The bank told me that their calculation for me indicates that I would get approximately £17 per month back. So … the idea is give the bank £2 per month and they give me back £17. Humm. As an “investment” looks to be a no-brainer. Better look more closely.

  • Who is paying the delta between £17 and £2?
  • I can’t imagine The Big Bank taking the hit. So the service provider is probably subsidising this partially or whole? Why can’t the service providers simply reduce their costs instead of this scheme?
  • Use a now-favourite term, this doesn’t seem sustainable. Doesn’t taste well.

Most importantly, why did The Big Bank feel the right to inspect my banking transactions to determine the £17 savings I could incur? They could not compute this possible savings without looking at my banking transactions. Is this proper and in conformance with banking privacy rules, regulations, and law?

Seems as if The Big Bank has a lot of time on their hands to shuffle money around to no benefit to society. I wonder who benefits by how much?

I declined this “benefit”.


Engineers and Ethical Responsibilities

February 27, 2015

I occasionally make comments about “engineers” vs. “scientists” and their inherent skills, expertise, and value. I believe that society (as sadly presented by media and government) puts too much faith in what they say, how they say it, and their capabilities. Too many people base their own thinking, and defend it to others, on “scientists say” appeal to authority. I sort of understand the political pressures which cause this.

Regardless of whether the “scientists” are correct or incorrect, wise or devious, few if any scientists are obligated to act under an special or legal ethical obligation. Engineers in most countries are “licensed” as an important and “learned” professional, whereas “scientists” are not. Engineers have well-defined professional societies with ethical policies.

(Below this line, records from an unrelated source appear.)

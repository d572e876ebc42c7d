"""Preparing a run: a problem plus the user's overrides -> a validated engine Run and its evaluator.

Every check of a goal or method value a user can type lives here, once:
tolerances, budget, time limit, workers, rule and degree.  The command line's
option parsers and the UI's fields call the ``check_*`` functions; the
problem file's own values are checked by :mod:`cubage.problem.problem_file`
and the combination (both tolerances zero, a rule that does not fit the
domain, a budget below one region) by :func:`prepare_run`.

Each failure is an :class:`InputError` whose text is one line naming where
the value came from (``--rel-tol``, ``problems/x.toml: [method] rule``, the
UI's field).
"""

from __future__ import annotations

import math
from dataclasses import dataclass, field
from typing import Any

__all__ = ["InputError", "check_tolerance", "check_budget", "check_time_limit", "check_workers",
           "parse_number", "parse_count", "Overrides", "PreparedRun", "prepare_run", "resume_run", "scan_settings",
           "make_evaluator", "choose_cluster", "open_cluster", "PreparedScan", "prepare_scan", "worker_count",
           "GOAL_KEYS", "METHOD_KEYS"]

GOAL_KEYS = ("rel_tol", "abs_tol", "budget", "time_limit", "memory_ceiling")
METHOD_KEYS = ("rule", "degree", "workers", "backend", "cluster")


class InputError(ValueError):
    """A value the user gave that cannot be used; ``str(err)`` is one line naming where it came from."""


def _where(where: str, msg: str) -> InputError:
    return InputError(f"{where}: {msg}" if where else msg)


# --------------------------------------------------------------------------
# values
# --------------------------------------------------------------------------

def parse_number(text: str, what: str = "must be a number") -> float:
    """A float from user text (``1e-8``, ``1_000``); NaN refused.  Raises ValueError with a one-line text."""
    try:
        x = float(str(text).strip().replace("_", ""))
    except ValueError:
        raise ValueError(f"{what}, got {text!r}") from None
    if math.isnan(x):
        raise ValueError(f"{what}, got NaN")
    return x


def parse_count(text: str) -> int:
    """A positive whole number from user text (``10_000_000``, ``1e7``, ``10,000``)."""
    t = str(text).strip().replace("_", "").replace(",", "")
    try:
        x = int(t)
    except ValueError:
        try:
            f = float(t)
        except ValueError:
            raise ValueError(f"must be a whole number like 10_000_000 or 1e7, got {text!r}") from None
        if not (math.isfinite(f) and f == int(f)):
            raise ValueError(f"must be a whole number, got {text!r}") from None
        x = int(f)
    if x <= 0:
        raise ValueError(f"must be positive, got {text!r}")
    return x


def _is_real(x) -> bool:
    return isinstance(x, (int, float)) and not isinstance(x, bool)


def check_tolerance(x, where: str = "") -> float:
    """A tolerance: a finite number >= 0."""
    if not _is_real(x) or not (0 <= x < math.inf):
        raise _where(where, f"must be a finite number >= 0 like 1e-8, got {x!r}")
    return float(x)


def check_budget(x, where: str = "") -> int:
    """An evaluation budget: a whole number >= 1."""
    if isinstance(x, float) and math.isfinite(x) and x == int(x):
        x = int(x)
    if not isinstance(x, int) or isinstance(x, bool) or x < 1:
        raise _where(where, f"must be a whole number >= 1 like 10_000_000, got {x!r}")
    return x


def check_time_limit(x, where: str = "") -> float | None:
    """A time limit: None or a finite number of seconds > 0."""
    if x is None:
        return None
    if not _is_real(x) or not (0 < x < math.inf):
        raise _where(where, f"must be a number of seconds > 0, got {x!r}")
    return float(x)


#: Most workers a user may ask for: beyond it the number is a slip of the keyboard, and starting that many worker
#: processes or threads would bring the machine down before the first step.
MAX_WORKERS = 1024


def check_workers(x, where: str = "") -> int | str:
    """Workers: a whole number from 1 to :data:`MAX_WORKERS`, or ``"auto"``."""
    if x == "auto":
        return "auto"
    if isinstance(x, str):
        try:
            x = int(x.strip())
        except ValueError:
            raise _where(where, f'must be a whole number >= 1 or "auto", got {x!r}') from None
    if not isinstance(x, int) or isinstance(x, bool) or x < 1:
        raise _where(where, f'must be a whole number >= 1 or "auto", got {x!r}')
    if x > MAX_WORKERS:
        raise _where(where, f"{x:,} workers is more than any machine runs (at most {MAX_WORKERS:,}; \"auto\" "
                            "uses every core)")
    return x


_CHECKS = {"rel_tol": check_tolerance, "abs_tol": check_tolerance, "budget": check_budget,
           "time_limit": check_time_limit, "workers": check_workers}


# --------------------------------------------------------------------------
# overrides
# --------------------------------------------------------------------------

@dataclass
class Overrides:
    """What the user chose on top of the problem file (None = keep the file's).

    ``labels`` maps a key to how the front end names it in messages (the
    command line: ``{"rel_tol": "--rel-tol", ...}``; default: the key).
    """

    rel_tol: float | None = None
    abs_tol: float | None = None
    budget: int | None = None
    time_limit: float | None = None
    memory_ceiling: int | None = None
    rule: str | None = None
    degree: int | None = None
    workers: int | str | None = None
    backend: str | None = None
    cluster: str | None = None
    labels: dict = field(default_factory=dict)

    def given(self) -> dict:
        """The keys given (not None), for the ledger."""
        return {k: getattr(self, k) for k in GOAL_KEYS + METHOD_KEYS if getattr(self, k) is not None}

    def label(self, key: str) -> str:
        return self.labels.get(key, key)

    def validate(self) -> None:
        """Check every given value (:class:`InputError`)."""
        for k, fn in _CHECKS.items():
            v = getattr(self, k)
            if v is not None:
                setattr(self, k, fn(v, self.label(k)))


def _problem_where(problem, table: str, key: str) -> str:
    path = getattr(problem, "path", None)
    return f"{path if path is not None else '<problem>'}: [{table}] {key}"


# --------------------------------------------------------------------------
# the evaluator
# --------------------------------------------------------------------------
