"""Per-region true errors against per-region estimates on integrands that jump across a surface.

Runs an indicator volume and compares, region by region, the engine's error estimate with the region's true
error, from an exact per-region value:

* half-space ``{a.x < c}`` (any d): the volume of a box under a half-space, by inclusion-exclusion over the box's
  vertices ``v``: ``sum_v (-1)^(upper coordinates of v) (c - a.v)_+^d / (d! prod a_i)`` (the sum behind the
  Irwin-Hall distribution function; tests/test_jumps.py checks it);
* the unit 4-ball (``problems/hyperball-octant.toml``): the area of a disk cut by a rectangle in closed form
  (``(u sqrt(r^2 - u^2) + r^2 asin(u / r)) / 2`` under the circle), integrated over the other two coordinates
  by 24 x 24 Gauss-Legendre points per box (the script prints its agreement with a 2 x 2 subdivision).

It prints the reported and true total errors, the sum of the regions' |true errors| (what an estimate that
claims no cancellation between regions can reach), and for the regions the surface cuts: how many hold their
true error, split into boxes whose nodes all lie on one side (their estimate is the vertex probes' floor) and
the rest (the rule's own estimate).

    python benchmarks/jump_regions.py --case ball4 --tol 2e-2
    python benchmarks/jump_regions.py --case halfspace --dim 5 --tol 1e-2
"""

from __future__ import annotations

import argparse
import itertools
import math
import time

import numpy as np

import cubage
from cubage.engine.rules import box_rule


def halfspace_volume(lo, hi, a, c):
    lo, hi = np.atleast_2d(lo), np.atleast_2d(hi)
    d = lo.shape[1]
    out = np.zeros(len(lo))
    for s in itertools.product((0, 1), repeat=d):
        s = np.array(s)
        out += (-1.0) ** s.sum() * np.maximum(c - np.where(s == 1, hi, lo) @ a, 0.0) ** d
    return out / (math.factorial(d) * np.prod(a))


def _under_circle(u, r):
    # int_0^u sqrt(r^2 - t^2) dt (elementary antiderivative)
    with np.errstate(invalid="ignore", divide="ignore"):
        q = np.where(r > 0, np.clip(u / np.where(r > 0, r, 1.0), -1.0, 1.0), 0.0)
    return 0.5 * (u * np.sqrt(np.maximum(r * r - u * u, 0.0)) + r * r * np.arcsin(q))


def _quadrant(x, y, r):
    # area of {u, v >= 0, u^2 + v^2 < r^2, u < x, v < y} for x, y >= 0
    us = np.sqrt(np.maximum(r * r - y * y, 0.0))
    xm = np.minimum(x, r)
    return y * np.minimum(x, us) + np.maximum(_under_circle(xm, r) - _under_circle(np.minimum(xm, us), r), 0.0)


def ball4_volume(lo, hi, n=24):
    """Volume of the unit 4-ball inside boxes [lo, hi] of the positive orthant."""
    t, w = np.polynomial.legendre.leggauss(n)
    z = (lo[:, 2:3] + hi[:, 2:3]) / 2 + (hi[:, 2:3] - lo[:, 2:3]) / 2 * t[None]
    ww = (lo[:, 3:4] + hi[:, 3:4]) / 2 + (hi[:, 3:4] - lo[:, 3:4]) / 2 * t[None]
    r = np.sqrt(np.maximum(1.0 - z[:, :, None] ** 2 - ww[:, None, :] ** 2, 0.0))
    x0, x1, y0, y1 = (b[:, None, None] for b in (lo[:, 0], hi[:, 0], lo[:, 1], hi[:, 1]))
    area = _quadrant(x1, y1, r) - _quadrant(x0, y1, r) - _quadrant(x1, y0, r) + _quadrant(x0, y0, r)
    return (area * (w[:, None] * w[None, :])[None]).sum(axis=(1, 2)) * (hi[:, 2] - lo[:, 2]) * (hi[:, 3] - lo[:, 3]) / 4


def ball4_refined(lo, hi, n=24):
    """The same on 2 x 2 sub-boxes in the two quadrature coordinates (a check of the quadrature)."""
    tot = 0.0
    for i, j in itertools.product((0, 1), repeat=2):
        l2, h2 = lo.copy(), hi.copy()
        for ax, s in ((2, i), (3, j)):
            half = (hi[:, ax] - lo[:, ax]) / 2
            l2[:, ax] = lo[:, ax] + s * half
            h2[:, ax] = l2[:, ax] + half
        tot = tot + ball4_volume(l2, h2, n)
    return tot


def main(argv=None):
    ap = argparse.ArgumentParser(description=__doc__.split("\n")[0])
    ap.add_argument("--case", choices=("ball4", "halfspace"), default="ball4")
    ap.add_argument("--dim", type=int, default=4, help="halfspace only")
    ap.add_argument("--tol", type=float, default=2e-2)
    ap.add_argument("--budget", type=int, default=60_000_000)
    ap.add_argument("--seed", type=int, default=1, help="halfspace: draw of the normal")
    args = ap.parse_args(argv)
    if args.case == "ball4":
        d = 4

        def f(x):
            return ((x * x).sum(axis=1) < 1.0).astype(float)
        exact = math.pi ** 2 / 32                   # unit 4-ball pi^2/2 (DLMF 5.19.4) / 16 orthants
    else:
        d = args.dim
        a = 0.5 + np.random.default_rng(args.seed).random(d)
        c = 0.45 * a.sum()

        def f(x):
            return (x @ a < c).astype(float)
        exact = float(halfspace_volume(np.zeros((1, d)), np.ones((1, d)), a, c)[0])
    t0 = time.perf_counter()
    run = cubage.Run(f, cubage.Box([0.0] * d, [1.0] * d), rel_tol=args.tol, budget=args.budget)
    res = run.run()
    print(f"{args.case} d={d} rel_tol={args.tol:g}: {res.status} after {res.evaluations:,} evaluations "
          f"({time.perf_counter() - t0:.1f} s); reported {res.error:.3e}, true {abs(res.value - exact):.3e}")
    st = run.store
    centre, halfw = np.array(st["centre"]), np.array(st["halfw"])
    lo, hi = centre - halfw, centre + halfw
    vol = np.prod(2 * halfw, axis=1)
    if args.case == "ball4":
        cut = ((lo * lo).sum(axis=1) < 1) & ((hi * hi).sum(axis=1) > 1)
        ex = np.where((hi * hi).sum(axis=1) <= 1, vol, 0.0)
        ex[cut] = ball4_volume(lo[cut], hi[cut])
        check = np.abs(ball4_refined(lo[cut], hi[cut]) - ex[cut]) / vol[cut]
        print(f"quadrature check: largest change on 2 x 2 sub-boxes {check.max():.1e} of a box's volume")
        inside = lambda p: (p * p).sum(axis=-1) < 1                          # noqa: E731
    else:
        ex = halfspace_volume(lo, hi, a, c)
        cut = (lo @ a < c) & (hi @ a > c)
        inside = lambda p: p @ a < c                                         # noqa: E731
    true = np.abs(st["value"][:, 0] - ex)
    cut &= true > 1e-12 * vol                                                # a plane through a vertex: rounding
    err = st["error"][:, 0]
    print(f"regions {len(err):,}, cut {cut.sum():,}; sum of estimates {err.sum():.3e}, "
          f"sum of |true errors| {true.sum():.3e} (the least an estimate without cancellation can claim)")
    nodes = centre[:, None, :] + halfw[:, None, :] * box_rule("genz-malik", d).nodes[None]
    side = inside(nodes)
    beyond = cut & (side.all(axis=1) | ~side.any(axis=1))
    for name, s in (("nodes on one side", beyond), ("nodes on both sides", cut & ~beyond)):
        if s.any():
            r = true[s] / err[s]
            print(f"  {name:20s} {s.sum():7,d} regions: estimate {err[s].sum():.3e} against true {true[s].sum():.3e}; "
                  f"held {np.mean(r <= 1):6.1%}; true/estimate quantiles 50/90/99 % "
                  f"{np.quantile(r, 0.5):.2f} / {np.quantile(r, 0.9):.2f} / {np.quantile(r, 0.99):.2f}")


if __name__ == "__main__":
    main()
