/**
 * An invented cooling-system rulebook, big enough for behaviour tests: eight causes, fourteen
 * observations (with customer phrases), twenty-odd rules, five tests.
 */
export function makeCoolingRulebook(): Rulebook {
	const causes: Cause[] = [
		makeCause({ key: 'cooling_fan_fault', name: 'Cooling fan not running', prior: 0.08 }),
		makeCause({ key: 'thermostat_stuck_closed', name: 'Thermostat stuck closed', prior: 0.07 }),
		makeCause({ key: 'trapped_air', name: 'Air trapped after a refill', prior: 0.1 }),
		makeCause({
			key: 'head_gasket_breach',
			name: 'Head gasket leaking into the cooling system',
			prior: 0.05,
			cautions: ['Do not keep driving an engine that is pushing coolant out.']
		}),
		makeCause({ key: 'heater_core_leak', name: 'Heater core leaking into the cabin', prior: 0.04 }),
		makeCause({ key: 'hose_or_clamp_leak', name: 'Leaking hose or clamp', prior: 0.12 }),
		makeCause({ key: 'pressure_cap_fault', name: 'Pressure cap not holding', prior: 0.06 }),
		makeCause({ key: 'radiator_restricted', name: 'Radiator restricted', prior: 0.06 })
	];
	const observations = [
		makeBooleanObservation({
			key: 'recent_coolant_service',
			prompt: 'Was the cooling system drained or refilled in the last two weeks?',
			group: 'vehicle_history',
			frequencies: { true: 0.2, false: 0.8 },
			phrases: [{ text: 'just had the coolant changed', value: true }]
		}),
		makeEnumObservation({
			key: 'temp_gauge',
			values: ['normal', 'high_at_idle', 'high_at_speed', 'high_always'],
			frequencies: { normal: 0.3, high_at_idle: 0.3, high_at_speed: 0.2, high_always: 0.2 },
			phrases: [
				{ text: 'hot in traffic', value: 'high_at_idle' },
				{ text: 'overheats when idling', value: 'high_at_idle' },
				{ text: 'overheats on the motorway', value: 'high_at_speed' },
				{ text: 'runs hot all the time', value: 'high_always' }
			]
		}),
		makeEnumObservation({
			key: 'coolant_level',
			values: ['full', 'low', 'empty'],
			prompt: 'Coolant level with the engine cold?',
			group: 'inspection',
			cautions: ['Check the level only with the engine cold.'],
			frequencies: { full: 0.5, low: 0.4, empty: 0.1 },
			phrases: [{ text: 'coolant is low', value: 'low' }]
		}),
		makeBooleanObservation({
			key: 'level_drops_between_checks',
			prompt: 'Does the cold level keep falling between checks?',
			group: 'symptom',
			frequencies: { true: 0.4, false: 0.6 },
			phrases: [
				{ text: 'losing water', value: true },
				{ text: 'keeps losing coolant', value: true },
				{ text: 'level keeps dropping', value: true }
			]
		}),
		makeBooleanObservation({
			key: 'puddle_under_vehicle',
			prompt: 'Does coolant drip or puddle under the parked vehicle?',
			group: 'symptom',
			frequencies: { true: 0.3, false: 0.7 },
			phrases: [
				{ text: 'leaks on the drive', value: true },
				{ text: 'puddle under the car', value: true },
				{ text: 'coolant dripping on the ground', value: true },
				{ text: 'no drips', value: false }
			]
		}),
		makeEnumObservation({
			key: 'sweet_smell',
			values: ['none', 'engine_bay', 'cabin'],
			prompt: 'Is there a sweet smell, and where?',
			frequencies: { none: 0.7, engine_bay: 0.2, cabin: 0.1 },
			phrases: [
				{ text: 'sweet smell inside', value: 'cabin' },
				{ text: 'smells sweet under the bonnet', value: 'engine_bay' }
			]
		}),
		makeBooleanObservation({
			key: 'windscreen_film',
			prompt: 'Does a greasy fog form inside the windscreen with the heater on?',
			group: 'symptom',
			frequencies: { true: 0.15, false: 0.85 },
			phrases: [
				{ text: 'windows fog up', value: true },
				{ text: 'greasy film on the windscreen', value: true }
			]
		}),
		makeEnumObservation({
			key: 'exhaust_smoke',
			values: ['none', 'white_at_cold_start_only', 'white_persistent'],
			prompt: 'Is there white smoke from the exhaust?',
			frequencies: { none: 0.7, white_at_cold_start_only: 0.2, white_persistent: 0.1 },
			phrases: [
				{ text: 'white smoke out the back', value: 'white_persistent' },
				{ text: 'white smoke all the time', value: 'white_persistent' },
				{ text: 'steam from the exhaust on cold mornings', value: 'white_at_cold_start_only' }
			]
		}),
		makeBooleanObservation({
			key: 'fan_runs_when_hot',
			frequencies: { true: 0.75, false: 0.25 },
			cautions: ['Keep hands and sleeves clear of the fan and belts.'],
			phrases: [
				{ text: 'fan never comes on', value: false },
				{ text: 'fan kicks in', value: true }
			]
		}),
		makeEnumObservation({
			key: 'heater_output',
			values: ['normal', 'cold'],
			prompt: 'Heater output with the engine warm?',
			frequencies: { normal: 0.7, cold: 0.3 },
			phrases: [
				{ text: 'heater blows cold', value: 'cold' },
				{ text: 'no heat', value: 'cold' }
			]
		}),
		makeNumberObservation({
			key: 'loss_l_per_week',
			phrases: [{ text: 'a litre a week', value: 1 }]
		}),
		makeEnumObservation({
			key: 'pressure_test',
			values: ['holds', 'drops_external_leak_found', 'drops_no_visible_leak'],
			prompt: 'Result of the cooling system pressure test',
			group: 'test_result',
			frequencies: { holds: 0.5, drops_external_leak_found: 0.3, drops_no_visible_leak: 0.2 }
		}),
		makeEnumObservation({
			key: 'combustion_gas_test',
			values: ['negative', 'positive'],
			prompt: 'Result of the combustion gas test',
			group: 'test_result',
			frequencies: { negative: 0.8, positive: 0.2 }
		}),
		makeEnumObservation({
			key: 'cap_test',
			values: ['holds_rating', 'fails'],
			prompt: 'Result of the cap test',
			group: 'test_result',
			frequencies: { holds_rating: 0.8, fails: 0.2 }
		}),
		makeEnumObservation({
			key: 'fan_circuit_test',
			values: ['ok', 'fault_found'],
			prompt: 'Result of the fan circuit check',
			group: 'test_result',
			frequencies: { ok: 0.7, fault_found: 0.3 }
		}),
		makeBooleanObservation({
			key: 'wiper_blades_worn',
			prompt: 'Are the wiper blades worn?',
			group: 'inspection',
			frequencies: { true: 0.5, false: 0.5 }
		})
	];
	const rule = (key: string, cause: string, lr: number, conditions: TopLevelCondition): Rule =>
		makeRule({ key, cause, lr, conditions, rationale: `Fixture rule ${key}.` });
	const rules: Rule[] = [
		rule('fan-off-when-hot', 'cooling_fan_fault', 9, {
			all: [leaf('fan_runs_when_hot', 'equal', false)]
		}),
		rule('fan-runs-when-hot', 'cooling_fan_fault', 0.15, {
			all: [leaf('fan_runs_when_hot', 'equal', true)]
		}),
		rule('hot-at-idle', 'cooling_fan_fault', 3, {
			all: [leaf('temp_gauge', 'equal', 'high_at_idle')]
		}),
		rule('fan-circuit-fault', 'cooling_fan_fault', 25, {
			all: [leaf('fan_circuit_test', 'equal', 'fault_found')]
		}),
		rule('fan-circuit-ok', 'cooling_fan_fault', 0.1, {
			all: [leaf('fan_circuit_test', 'equal', 'ok')]
		}),
		rule('hot-always-or-at-speed', 'thermostat_stuck_closed', 3, {
			any: [leaf('temp_gauge', 'in', ['high_always', 'high_at_speed'])]
		}),
		rule('gauge-normal-thermostat', 'thermostat_stuck_closed', 0.3, {
			all: [leaf('temp_gauge', 'equal', 'normal')]
		}),
		rule('refill-then-cold-heater', 'trapped_air', 8, {
			all: [leaf('recent_coolant_service', 'equal', true), leaf('heater_output', 'equal', 'cold')]
		}),
		rule('recent-refill', 'trapped_air', 3, {
			all: [leaf('recent_coolant_service', 'equal', true)]
		}),
		rule('no-recent-refill', 'trapped_air', 0.3, {
			all: [leaf('recent_coolant_service', 'equal', false)]
		}),
		rule('internal-loss-signs', 'head_gasket_breach', 6, {
			all: [
				leaf('level_drops_between_checks', 'equal', true),
				leaf('puddle_under_vehicle', 'equal', false)
			]
		}),
		rule('white-smoke-persistent', 'head_gasket_breach', 4, {
			all: [leaf('exhaust_smoke', 'equal', 'white_persistent')]
		}),
		rule('combustion-gas-positive', 'head_gasket_breach', 30, {
			all: [leaf('combustion_gas_test', 'equal', 'positive')]
		}),
		rule('combustion-gas-negative', 'head_gasket_breach', 0.1, {
			all: [leaf('combustion_gas_test', 'equal', 'negative')]
		}),
		rule('pressure-drop-hidden', 'head_gasket_breach', 3, {
			all: [leaf('pressure_test', 'equal', 'drops_no_visible_leak')]
		}),
		rule('cabin-smell-and-film', 'heater_core_leak', 12, {
			any: [
				{ all: [leaf('sweet_smell', 'equal', 'cabin'), leaf('windscreen_film', 'equal', true)] },
				leaf('sweet_smell', 'equal', 'cabin')
			]
		}),
		rule('no-cabin-smell', 'heater_core_leak', 0.3, {
			all: [leaf('sweet_smell', 'notEqual', 'cabin')]
		}),
		rule('drips-under-car', 'hose_or_clamp_leak', 5, {
			all: [leaf('puddle_under_vehicle', 'equal', true)]
		}),
		rule('external-leak-found', 'hose_or_clamp_leak', 10, {
			all: [leaf('pressure_test', 'equal', 'drops_external_leak_found')]
		}),
		rule('heavy-loss-no-drips', 'pressure_cap_fault', 2, {
			all: [
				leaf('loss_l_per_week', 'greaterThanInclusive', 0.5),
				leaf('puddle_under_vehicle', 'equal', false)
			]
		}),
		rule('cap-fails', 'pressure_cap_fault', 20, { all: [leaf('cap_test', 'equal', 'fails')] }),
		rule('cap-holds', 'pressure_cap_fault', 0.1, {
			all: [leaf('cap_test', 'equal', 'holds_rating')]
		}),
		rule('hot-at-speed-radiator', 'radiator_restricted', 4, {
			all: [
				leaf('temp_gauge', 'equal', 'high_at_speed'),
				leaf('fan_runs_when_hot', 'notEqual', false)
			]
		}),
		rule('gauge-normal-radiator', 'radiator_restricted', 0.3, {
			all: [leaf('temp_gauge', 'equal', 'normal')]
		})
	];
	const tests: ConfirmingTest[] = [
		makeTest({ key: 'fan_circuit_check', minutes: 15, sets: 'fan_circuit_test' }),
		makeTest({
			key: 'pressure_test_system',
			name: 'Cooling system pressure test',
			minutes: 20,
			equipment: ['Cooling system pressure tester'],
			steps: ['Let the engine cool.', 'Pressurise to the cap rating and watch the gauge.'],
			cautions: ['Never open the cap on a hot, pressurised system.'],
			sets: 'pressure_test'
		}),
		makeTest({
			key: 'combustion_gas_check',
			name: 'Combustion gas test',
			minutes: 25,
			equipment: ['Block tester with test fluid'],
			steps: ['Draw air from above the coolant through the test fluid.'],
			cautions: ['Run the engine only with exhaust extraction.'],
			sets: 'combustion_gas_test'
		}),
		makeTest({
			key: 'cap_check',
			name: 'Pressure cap test',
			minutes: 10,
			equipment: ['Cap adapter'],
			steps: ['Fit the cap to the adapter and pump to its rating.'],
			cautions: ['Remove the cap only from a cold system.'],
			sets: 'cap_test'
		})
	];
	return {
		meta: makeMeta({ name: 'Fixture cooling rulebook' }),
		causes,
		observations,
		rules,
		tests
	};
}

Dr. Drang has posted an excellent summary of this related to computer programmers calling themselves “software engineers”. To me the same issue applies with other jobs, e.g. “scientists”.

He reminds me of the “six fundamental canons” of of the National Society of Professional Engineers (NSPE)

  1. Hold paramount the safety, health, and welfare of the public.
  2. Perform services only in areas of their competence.
  3. Issue public statements only in an objective and truthful manner.
  4. Act for each employer or client as faithful agents or trustees.
  5. Avoid deceptive acts.
  6. Conduct themselves honorably, responsibly, ethically, and lawfully so as to enhance the honor, reputation, and usefulness of the profession.

– See more at: http://www.nspe.org/resources/ethics/code-ethics

I can see where the absence of such ethical behaviour can get society into difficulty.


Windows 64 Bit on Parallels

January 27, 2015

For the longest time I was using Windows 7 32 bit version on my Parallels on an Apple Mac. I had a little down time and decided to create a Windows 7 64 bit instance in Parallels.

Gosh, but it works so much better. Performance is better. Video is better. All is better.

I guess it is because the Apple Mac OSX is 64 bit. I don’t know. All I know is that it appears as if the 64 bit Windows virtual machine is what I will use.